TASK STATEMENT — Take the entries below and retype them exactly.

LISTED RECORDS —
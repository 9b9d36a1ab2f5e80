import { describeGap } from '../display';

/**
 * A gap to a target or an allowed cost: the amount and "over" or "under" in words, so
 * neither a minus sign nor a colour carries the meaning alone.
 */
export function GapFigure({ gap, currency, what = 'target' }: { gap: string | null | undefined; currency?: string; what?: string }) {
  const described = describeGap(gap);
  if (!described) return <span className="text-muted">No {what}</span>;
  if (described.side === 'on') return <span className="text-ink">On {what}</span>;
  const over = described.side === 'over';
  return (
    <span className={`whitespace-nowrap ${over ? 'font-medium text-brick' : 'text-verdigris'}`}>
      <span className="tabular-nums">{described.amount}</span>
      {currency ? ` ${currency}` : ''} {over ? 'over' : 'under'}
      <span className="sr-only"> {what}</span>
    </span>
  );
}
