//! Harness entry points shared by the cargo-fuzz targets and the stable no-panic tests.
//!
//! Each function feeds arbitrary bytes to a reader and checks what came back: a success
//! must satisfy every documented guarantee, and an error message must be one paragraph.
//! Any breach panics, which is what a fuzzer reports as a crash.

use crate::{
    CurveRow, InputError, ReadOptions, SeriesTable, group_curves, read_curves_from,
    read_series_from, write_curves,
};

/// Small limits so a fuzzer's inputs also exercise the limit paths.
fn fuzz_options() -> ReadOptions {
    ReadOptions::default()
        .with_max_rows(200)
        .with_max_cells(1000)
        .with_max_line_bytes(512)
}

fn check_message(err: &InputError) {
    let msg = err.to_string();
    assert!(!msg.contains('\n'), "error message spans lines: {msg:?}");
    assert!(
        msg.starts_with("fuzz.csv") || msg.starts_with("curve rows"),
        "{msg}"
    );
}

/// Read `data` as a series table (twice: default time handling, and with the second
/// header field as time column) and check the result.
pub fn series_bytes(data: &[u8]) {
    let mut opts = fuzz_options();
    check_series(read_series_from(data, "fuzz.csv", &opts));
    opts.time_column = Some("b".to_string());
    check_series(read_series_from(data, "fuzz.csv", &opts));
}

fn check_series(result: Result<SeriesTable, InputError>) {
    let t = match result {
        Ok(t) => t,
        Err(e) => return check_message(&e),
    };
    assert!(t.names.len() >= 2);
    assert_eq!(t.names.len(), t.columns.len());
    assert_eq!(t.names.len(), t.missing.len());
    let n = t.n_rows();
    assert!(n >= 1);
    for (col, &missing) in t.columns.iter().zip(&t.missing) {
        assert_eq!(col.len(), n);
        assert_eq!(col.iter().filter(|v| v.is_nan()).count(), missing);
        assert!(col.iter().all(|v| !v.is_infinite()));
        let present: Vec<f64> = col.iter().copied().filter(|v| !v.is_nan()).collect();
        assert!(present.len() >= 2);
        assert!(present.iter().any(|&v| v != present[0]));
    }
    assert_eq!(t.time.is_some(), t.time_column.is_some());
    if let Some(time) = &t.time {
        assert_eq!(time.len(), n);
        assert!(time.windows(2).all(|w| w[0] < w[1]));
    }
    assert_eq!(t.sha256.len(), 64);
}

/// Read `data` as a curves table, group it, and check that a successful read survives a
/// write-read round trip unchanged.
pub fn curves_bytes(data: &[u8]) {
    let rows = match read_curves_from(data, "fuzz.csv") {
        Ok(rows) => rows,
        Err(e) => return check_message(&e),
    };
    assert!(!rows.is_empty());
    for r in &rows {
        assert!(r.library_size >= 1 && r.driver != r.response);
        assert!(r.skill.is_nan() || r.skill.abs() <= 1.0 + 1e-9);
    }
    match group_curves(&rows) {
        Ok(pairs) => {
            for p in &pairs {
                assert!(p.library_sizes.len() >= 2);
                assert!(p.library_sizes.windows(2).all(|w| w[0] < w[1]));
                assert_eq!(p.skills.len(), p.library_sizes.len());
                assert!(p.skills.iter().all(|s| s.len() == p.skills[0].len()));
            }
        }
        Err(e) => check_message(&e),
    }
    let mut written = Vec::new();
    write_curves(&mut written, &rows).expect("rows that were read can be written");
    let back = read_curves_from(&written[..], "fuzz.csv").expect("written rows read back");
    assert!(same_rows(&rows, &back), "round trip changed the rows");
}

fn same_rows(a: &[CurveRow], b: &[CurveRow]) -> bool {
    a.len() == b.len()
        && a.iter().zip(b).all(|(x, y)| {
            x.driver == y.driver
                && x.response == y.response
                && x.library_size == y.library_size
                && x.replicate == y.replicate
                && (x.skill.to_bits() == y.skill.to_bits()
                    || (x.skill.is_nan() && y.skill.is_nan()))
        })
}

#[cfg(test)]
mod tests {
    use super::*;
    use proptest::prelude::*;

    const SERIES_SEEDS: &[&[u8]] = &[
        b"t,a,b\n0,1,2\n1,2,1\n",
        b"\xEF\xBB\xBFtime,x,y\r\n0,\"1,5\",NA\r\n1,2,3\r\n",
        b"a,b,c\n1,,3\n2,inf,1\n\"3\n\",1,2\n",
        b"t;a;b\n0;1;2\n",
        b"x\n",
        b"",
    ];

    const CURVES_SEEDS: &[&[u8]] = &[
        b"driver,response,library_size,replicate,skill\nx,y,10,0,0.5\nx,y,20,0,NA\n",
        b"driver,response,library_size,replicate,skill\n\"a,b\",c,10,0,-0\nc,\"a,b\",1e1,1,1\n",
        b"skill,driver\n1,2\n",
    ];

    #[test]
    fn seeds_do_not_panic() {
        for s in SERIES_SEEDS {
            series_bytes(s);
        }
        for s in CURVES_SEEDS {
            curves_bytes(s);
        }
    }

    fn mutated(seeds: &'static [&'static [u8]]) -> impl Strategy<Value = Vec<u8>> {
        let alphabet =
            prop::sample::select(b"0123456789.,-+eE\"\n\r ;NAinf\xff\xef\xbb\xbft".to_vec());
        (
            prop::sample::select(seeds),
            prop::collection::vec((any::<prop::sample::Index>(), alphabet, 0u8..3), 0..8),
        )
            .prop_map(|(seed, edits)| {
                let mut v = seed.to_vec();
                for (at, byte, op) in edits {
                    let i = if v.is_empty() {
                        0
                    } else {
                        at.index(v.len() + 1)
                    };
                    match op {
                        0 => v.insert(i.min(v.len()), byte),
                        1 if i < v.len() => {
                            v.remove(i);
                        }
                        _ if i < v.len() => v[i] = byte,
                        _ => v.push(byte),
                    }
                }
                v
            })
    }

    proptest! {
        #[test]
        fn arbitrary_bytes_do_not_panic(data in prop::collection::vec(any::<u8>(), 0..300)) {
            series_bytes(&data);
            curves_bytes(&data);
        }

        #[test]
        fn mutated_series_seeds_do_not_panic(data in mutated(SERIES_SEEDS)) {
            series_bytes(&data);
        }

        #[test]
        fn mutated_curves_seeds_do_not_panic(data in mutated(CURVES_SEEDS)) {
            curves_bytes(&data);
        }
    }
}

OUTPUT FOR THIS EXERCISE —
repository 9b9d36a1ab2f5e80
import { describeGap } from '../display';

/**
 * A gap to a target or an allowed cost: the amount and "over" or "under" in words, so
 * neither a minus sign nor a colour carries the meaning alone.
 */
export function GapFigure({ gap, currency, what = 'target' }: { gap: string | null | undefined; currency?: string; what?: string }) {
  const described = describeGap(gap);
  if (!described) return <span className="text-muted">No {what}</span>;
  if (described.side === 'on') return <span className="text-ink">On {what}</span>;
  const over = described.side === 'over';
  return (
    <span className={`whitespace-nowrap ${over ? 'font-medium text-brick' : 'text-verdigris'}`}>
      <span className="tabular-nums">{described.amount}</span>
      {currency ? ` ${currency}` : ''} {over ? 'over' : 'under'}
      <span className="sr-only"> {what}</span>
    </span>
  );
}
//! Harness entry points shared by the cargo-fuzz targets and the stable no-panic tests.
//!
//! Each function feeds arbitrary bytes to a reader and checks what came back: a success
//! must satisfy every documented guarantee, and an error message must be one paragraph.
//! Any breach panics, which is what a fuzzer reports as a crash.

use crate::{
    CurveRow, InputError, ReadOptions, SeriesTable, group_curves, read_curves_from,
    read_series_from, write_curves,
};

/// Small limits so a fuzzer's inputs also exercise the limit paths.
fn fuzz_options() -> ReadOptions {
    ReadOptions::default()
        .with_max_rows(200)
        .with_max_cells(1000)
        .with_max_line_bytes(512)
}

fn check_message(err: &InputError) {
    let msg = err.to_string();
    assert!(!msg.contains('\n'), "error message spans lines: {msg:?}");
    assert!(
        msg.starts_with("fuzz.csv") || msg.starts_with("curve rows"),
        "{msg}"
    );
}

/// Read `data` as a series table (twice: default time handling, and with the second
/// header field as time column) and check the result.
pub fn series_bytes(data: &[u8]) {
    let mut opts = fuzz_options();
    check_series(read_series_from(data, "fuzz.csv", &opts));
    opts.time_column = Some("b".to_string());
    check_series(read_series_from(data, "fuzz.csv", &opts));
}

fn check_series(result: Result<SeriesTable, InputError>) {
    let t = match result {
        Ok(t) => t,
        Err(e) => return check_message(&e),
    };
    assert!(t.names.len() >= 2);
    assert_eq!(t.names.len(), t.columns.len());
    assert_eq!(t.names.len(), t.missing.len());
    let n = t.n_rows();
    assert!(n >= 1);
    for (col, &missing) in t.columns.iter().zip(&t.missing) {
        assert_eq!(col.len(), n);
        assert_eq!(col.iter().filter(|v| v.is_nan()).count(), missing);
        assert!(col.iter().all(|v| !v.is_infinite()));
        let present: Vec<f64> = col.iter().copied().filter(|v| !v.is_nan()).collect();
        assert!(present.len() >= 2);
        assert!(present.iter().any(|&v| v != present[0]));
    }
    assert_eq!(t.time.is_some(), t.time_column.is_some());
    if let Some(time) = &t.time {
        assert_eq!(time.len(), n);
        assert!(time.windows(2).all(|w| w[0] < w[1]));
    }
    assert_eq!(t.sha256.len(), 64);
}

/// Read `data` as a curves table, group it, and check that a successful read survives a
/// write-read round trip unchanged.
pub fn curves_bytes(data: &[u8]) {
    let rows = match read_curves_from(data, "fuzz.csv") {
        Ok(rows) => rows,
        Err(e) => return check_message(&e),
    };
    assert!(!rows.is_empty());
    for r in &rows {
        assert!(r.library_size >= 1 && r.driver != r.response);
        assert!(r.skill.is_nan() || r.skill.abs() <= 1.0 + 1e-9);
    }
    match group_curves(&rows) {
        Ok(pairs) => {
            for p in &pairs {
                assert!(p.library_sizes.len() >= 2);
                assert!(p.library_sizes.windows(2).all(|w| w[0] < w[1]));
                assert_eq!(p.skills.len(), p.library_sizes.len());
                assert!(p.skills.iter().all(|s| s.len() == p.skills[0].len()));
            }
        }
        Err(e) => check_message(&e),
    }
    let mut written = Vec::new();
    write_curves(&mut written, &rows).expect("rows that were read can be written");
    let back = read_curves_from(&written[..], "fuzz.csv").expect("written rows read back");
    assert!(same_rows(&rows, &back), "round trip changed the rows");
}

fn same_rows(a: &[CurveRow], b: &[CurveRow]) -> bool {
    a.len() == b.len()
        && a.iter().zip(b).all(|(x, y)| {
            x.driver == y.driver
                && x.response == y.response
                && x.library_size == y.library_size
                && x.replicate == y.replicate
                && (x.skill.to_bits() == y.skill.to_bits()
                    || (x.skill.is_nan() && y.skill.is_nan()))
        })
}

#[cfg(test)]
mod tests {
    use super::*;
    use proptest::prelude::*;

    const SERIES_SEEDS: &[&[u8]] = &[
        b"t,a,b\n0,1,2\n1,2,1\n",
        b"\xEF\xBB\xBFtime,x,y\r\n0,\"1,5\",NA\r\n1,2,3\r\n",
        b"a,b,c\n1,,3\n2,inf,1\n\"3\n\",1,2\n",
        b"t;a;b\n0;1;2\n",
        b"x\n",
        b"",
    ];

    const CURVES_SEEDS: &[&[u8]] = &[
        b"driver,response,library_size,replicate,skill\nx,y,10,0,0.5\nx,y,20,0,NA\n",
        b"driver,response,library_size,replicate,skill\n\"a,b\",c,10,0,-0\nc,\"a,b\",1e1,1,1\n",
        b"skill,driver\n1,2\n",
    ];

    #[test]
    fn seeds_do_not_panic() {
        for s in SERIES_SEEDS {
            series_bytes(s);
        }
        for s in CURVES_SEEDS {
            curves_bytes(s);
        }
    }

    fn mutated(seeds: &'static [&'static [u8]]) -> impl Strategy<Value = Vec<u8>> {
        let alphabet =
            prop::sample::select(b"0123456789.,-+eE\"\n\r ;NAinf\xff\xef\xbb\xbft".to_vec());
        (
            prop::sample::select(seeds),
            prop::collection::vec((any::<prop::sample::Index>(), alphabet, 0u8..3), 0..8),
        )
            .prop_map(|(seed, edits)| {
                let mut v = seed.to_vec();
                for (at, byte, op) in edits {
                    let i = if v.is_empty() {
                        0
                    } else {
                        at.index(v.len() + 1)
                    };
                    match op {
                        0 => v.insert(i.min(v.len()), byte),
                        1 if i < v.len() => {
                            v.remove(i);
                        }
                        _ if i < v.len() => v[i] = byte,
                        _ => v.push(byte),
                    }
                }
                v
            })
    }

    proptest! {
        #[test]
        fn arbitrary_bytes_do_not_panic(data in prop::collection::vec(any::<u8>(), 0..300)) {
            series_bytes(&data);
            curves_bytes(&data);
        }

        #[test]
        fn mutated_series_seeds_do_not_panic(data in mutated(SERIES_SEEDS)) {
            series_bytes(&data);
        }

        #[test]
        fn mutated_curves_seeds_do_not_panic(data in mutated(CURVES_SEEDS)) {
            curves_bytes(&data);
        }
    }
}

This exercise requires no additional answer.